The UK's alternative finance sector is booming. Recent figures from the Cambridge Centre for Alternative Finance and Nesta show that the sector grew by 84% in 2015, to an impressive £3.2bn. Commentators have clamoured to try to explain the industry's growth.
While many discussed alternative finance's gradual move to the mainstream, buoyed by traditional financial services' backing, I think there is a more simplistic answer.
Businesses and individuals are waking up to the reality that alternative finance can provide the answers to some of the oldest problems facing SMEs.
A fitting example came at the start of this year. In January, Lloyds Banking Group published research stating that UK SMEs are owed over £500bn in unpaid invoices. Half a trillion pounds in late payments is crippling the SME economy. In this kind of business landscape, it's little wonder that small businesses are continually searching for new methods of finance.
A business' obvious choice for lending is to turn to the most recognisable source of finance - their bank.
The rise of alternative finance is shifting the landscape. Through sophistication in financial technology, alternative finance has added a completely new avenue for SMEs to source funding.
There is now a plethora of peer-to-peer lending solutions that give firms a much wider choice. Coupled with the increasing online presence of traditional and independent finance institutions, small businesses have a huge selection of funding available to them.

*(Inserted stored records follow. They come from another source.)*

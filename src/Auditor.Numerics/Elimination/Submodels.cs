using Auditor.Numerics.Factor;

namespace Auditor.Numerics.Elimination;

/// <summary>
/// Every submodel of the largest model that an elimination asks for, computed from R alone and kept: its rank, its residual sum of squares, and
/// what each of its units adds to the rest of it. The response is a combination of k given columns (k = 1: one response; k = 3: the circle of
/// <see cref="ResponseCircle"/>), so one submodel serves every response of that kind.
/// </summary>
/// <remarks>
/// What a unit adds comes from the directions that only it spans: with T the triangle of the submodel's p columns, they are the span of T^-T e_j over its columns
/// j, so one factorisation serves all units. Where columns are aliased a unit's place could be taken by another's column, and each unit is then factored last.
/// </remarks>
internal sealed class Submodels(OrthogonalFactor factor, Candidates candidates, ColumnMatrix responses)
{
    private readonly Dictionary<UnitSet, Submodel> _known = [];

    public Candidates Candidates => candidates;

    public Submodel this[UnitSet set] => _known.TryGetValue(set, out var known) ? known : _known[set] = Make(set);

    private int K => responses.Columns;

    private Submodel Make(UnitSet set)
    {
        int[] columns = [.. candidates.Forced.Concat(InSet(set).SelectMany(unit => candidates.Units[unit].Columns)).Order()];
        var reduction = Reduce(columns);
        var rank = reduction.Kept.Count;
        var residual = SquareRoot.Of(reduction.Rotated, K, rank, reduction.Rotated.Rows - rank);
        var added = new AddedUnit?[candidates.Units.Count];
        foreach (var unit in InSet(set))
        {
            added[unit] = reduction.Aliased.Count == 0 ? Spanned(reduction, columns, unit) : Last(columns, unit);
        }

        return new Submodel(set, rank, residual, added);
    }

    private IEnumerable<int> InSet(UnitSet set) => Enumerable.Range(0, candidates.Units.Count).Where(set.Contains);

    private AddedUnit Spanned(Reduction reduction, int[] columns, int unit)
    {
        var (own, p) = (candidates.Units[unit].Columns, columns.Length);
        var matrix = new ColumnMatrix(p, own.Count + K);
        for (var c = 0; c < own.Count; c++)
        {
            matrix[Array.BinarySearch(columns, own[c]), c] = 1;
            Triangle.SolveTransposed(reduction.Rotated, matrix.Column(c));
        }

        for (var k = 0; k < K; k++)
        {
            reduction.Rotated.Column(p + k)[..p].CopyTo(matrix.Column(own.Count + k));
        }

        int[] later = [.. Enumerable.Range(0, matrix.Columns)];
        for (var c = 0; c < own.Count; c++)
        {
            Householder.Reflect(matrix, c, c, later.AsSpan(c + 1));
        }

        return new AddedUnit(own.Count, SquareRoot.Of(matrix, K, 0, own.Count));
    }

    private AddedUnit Last(int[] columns, int unit)
    {
        var own = candidates.Units[unit].Columns;
        int[] others = [.. columns.Except(own)];
        var reduction = Reduce([.. others, .. own]);
        var before = reduction.Kept.Count(position => position < others.Length);
        var rank = reduction.Kept.Count - before;
        return new AddedUnit(rank, SquareRoot.Of(reduction.Rotated, K, before, rank));
    }

    /// <summary>The columns factored in the given order, the response's columns carried along.</summary>
    private Reduction Reduce(int[] columns)
    {
        var matrix = new ColumnMatrix(factor.R.Rows, columns.Length + K);
        for (var c = 0; c < columns.Length; c++)
        {
            factor.R.Column(columns[c]).CopyTo(matrix.Column(c));
        }

        for (var k = 0; k < K; k++)
        {
            responses.Column(k).CopyTo(matrix.Column(columns.Length + k));
        }

        return Reduction.Of(factor, matrix, null, columns.Length, 0, position => columns[position]);
    }
}

/// <summary>One submodel: what it leaves over, and what each unit in it adds to the rest of it.</summary>
/// <param name="Added">By unit; null for a unit that is not in the submodel.</param>
internal sealed record Submodel(UnitSet Set, int Rank, SquareRoot Residual, AddedUnit?[] Added);

/// <param name="Rank">0 when the unit adds nothing to the rest of the submodel.</param>
internal sealed record AddedUnit(int Rank, SquareRoot SumOfSquares);
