using Auditor.Numerics;
using Auditor.Numerics.GroupTests;
using Auditor.Numerics.Parts;
using Auditor.Numerics.SecondPass;

namespace Auditor.Analysis.Parts;

/// <summary>The test that a group has the same effect in all parts, in the form that decides on the group as a whole, and the classical one beside it.</summary>
/// <param name="Basis">Name of the deciding form; null when there is no comparison.</param>
/// <param name="Compared">Parts that enter.</param>
internal sealed record DifferenceOfParts(string? Basis, TestResult Test, TestResult? Ceiling, TestResult Classical, int Compared)
{
    /// <summary>Its p ends above the level however large the difference.</summary>
    public bool CannotReject(double level) => Ceiling?.P > level;

    /// <param name="whole">The group on all its rows, which fixes the form; null: it has none.</param>
    /// <param name="parts">The group in each part; null where it has too few rows.</param>
    public static DifferenceOfParts Of(GroupEvidence? whole, int group, IReadOnlyList<GroupEvidence?> parts, PartFits fits, bool sampling)
    {
        var compared = parts.Index().Where(part => part.Item is { } evidence && evidence.Fit.Added.Rank > 0 && PartialF.ResidualDf(evidence.Fit.Added) > 0).ToList();
        if (whole is null || compared.Count < 2)
        {
            return None(Impediment.NothingToCompare, compared.Count);
        }

        if (EffectContrast.Of([.. compared.Select(part => part.Item!.Fit.Added)]) is not { } contrast)
        {
            return None(Impediment.TooManyDirections, compared.Count);
        }

        var forms = new FormsOfDifference(contrast, [.. compared.Select(part => (fits.Of(part.Index, group)!, part.Item!.Fit.Sums))], fits);
        var (name, test, ceiling) = forms.Deciding(whole.Basis);
        var classical = sampling ? TestResult.None(Impediment.SamplingWeights) : EqualEffectsF.Of(contrast);
        return new DifferenceOfParts(name, test, ceiling, classical, compared.Count);
    }

    private static DifferenceOfParts None(Impediment why, int compared) => new(null, TestResult.None(why), null, TestResult.None(why), compared);
}

/// <summary>The forms of one contrast.</summary>
/// <param name="parts">Fit and sums of each part that is compared.</param>
internal sealed class FormsOfDifference(EffectContrast contrast, IReadOnlyList<(RowSetFit Fit, GroupSums Sums)> parts, PartFits fits)
{
    /// <summary>The form of the basis on all rows; of two, as there, the one with the larger p, a form without a value leaving no other, and the higher ceiling.</summary>
    public (string Basis, TestResult Test, TestResult? Ceiling) Deciding(Basis basis)
    {
        if (basis.Over == SummedOver.Nothing)
        {
            return (basis.Name, basis.Name == Basis.Classical ? EqualEffectsF.Of(contrast) : EqualEffectsHc3.Of(contrast, [.. parts.Select(part => part.Sums)]), null);
        }

        var clusters = basis.Over & ~SummedOver.Period;
        var byCluster = clusters == SummedOver.Nothing ? default((string Basis, TestResult Test, TestResult? Ceiling)?) : OverClusters(clusters);
        var byPeriod = basis.Over.HasFlag(SummedOver.Period) ? OverPeriods() : default((string Basis, TestResult Test, TestResult? Ceiling)?);
        return byCluster is { } one && byPeriod is { } other ? Larger(one, other) : byCluster ?? byPeriod!.Value;
    }

    private static (string Basis, TestResult Test, TestResult? Ceiling) Larger(
        (string Basis, TestResult Test, TestResult? Ceiling) byCluster, (string Basis, TestResult Test, TestResult? Ceiling) byPeriod)
    {
        if (byPeriod.Test is NotComputable || byCluster.Test is NotComputable)
        {
            return byPeriod.Test is NotComputable ? byPeriod : byCluster;
        }

        return (byPeriod.Test.P >= byCluster.Test.P ? byPeriod : byCluster) with { Ceiling = byPeriod.Ceiling?.P >= byCluster.Ceiling?.P ? byPeriod.Ceiling : byCluster.Ceiling };
    }

    private (string Basis, TestResult Test, TestResult? Ceiling) OverClusters(SummedOver over)
    {
        var sums = Sums(over);
        return (Basis.Cluster, EqualEffectsOverClusters.Of(contrast, sums), EqualEffectsOverClusters.Ceiling(contrast, sums));
    }

    private (string Basis, TestResult Test, TestResult? Ceiling) OverPeriods()
    {
        var sums = Sums(SummedOver.Period);
        return (Basis.Time, EqualEffectsOverPeriods.Of(contrast, sums), EqualEffectsOverPeriods.Ceiling(contrast, sums));
    }

    private ContrastSums? Sums(SummedOver over)
    {
        if (contrast.Why() is not null)
        {
            return null;
        }

        int[][] inTable = [.. parts.Select(part => fits.Codes(part.Fit, over))];
        int[] all = [.. inTable.SelectMany(codes => codes).Distinct().Order()];
        return ContrastSums.Of(
            contrast,
            [.. parts.Select((part, k) => Of(part.Sums, over) is { } sums ? new PartClasses(sums, [.. inTable[k].Select(code => Array.BinarySearch(all, code))]) : null)],
            all.Length);
    }

    private static ClassSums? Of(GroupSums sums, SummedOver over) =>
        over == SummedOver.Cluster ? sums.Cluster : over == SummedOver.Unit ? sums.Unit : sums.Period;
}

So why is everyone still complaining about SME finance? The challenge is no longer the range of options in the marketplace. It is about the search for the right solution.
Currently, the majority of businesses spend only one hour looking for finance online, with 71 percent applying to just a single lender, according to the BDRC SME Finance Monitor.
In an age where we use technology to compare products in almost every other walk of life, from car loans to electric juicers, this truly baffles me. SMEs are making ill-informed decisions about their financial future.
SMEs should be exploiting this lending expansion and increasing maturity in the alternative finance sector, making use of the full range of tools at their disposal. Emerging behind the wave of alternative finance platforms, businesses can use comparison marketplaces, such as Capitalise.com, to find suitable lenders that are matched to their borrowing criteria.
It is now possible to search and compare lenders to find relevant and competitive finance options. With lenders specialising by industry, product and even location, there are many choices. Being able to cut through the ever-complex lending market in the UK helps small companies to access finance and grow their business.
It will, almost certainly, take time for businesses to grasp the full scale of this opportunity. The alternative finance industry stats, however, show that the market is wising up at a rate that will make the financial landscape unrecognisable in 20, ten, or even five years.
It's time for more SMEs to look beyond traditional and high street finance options to unlock their potential. It's time they embraced alternative finance for the catalyst it is; a catalyst for change the likes of which this sector has not seen for a very long time.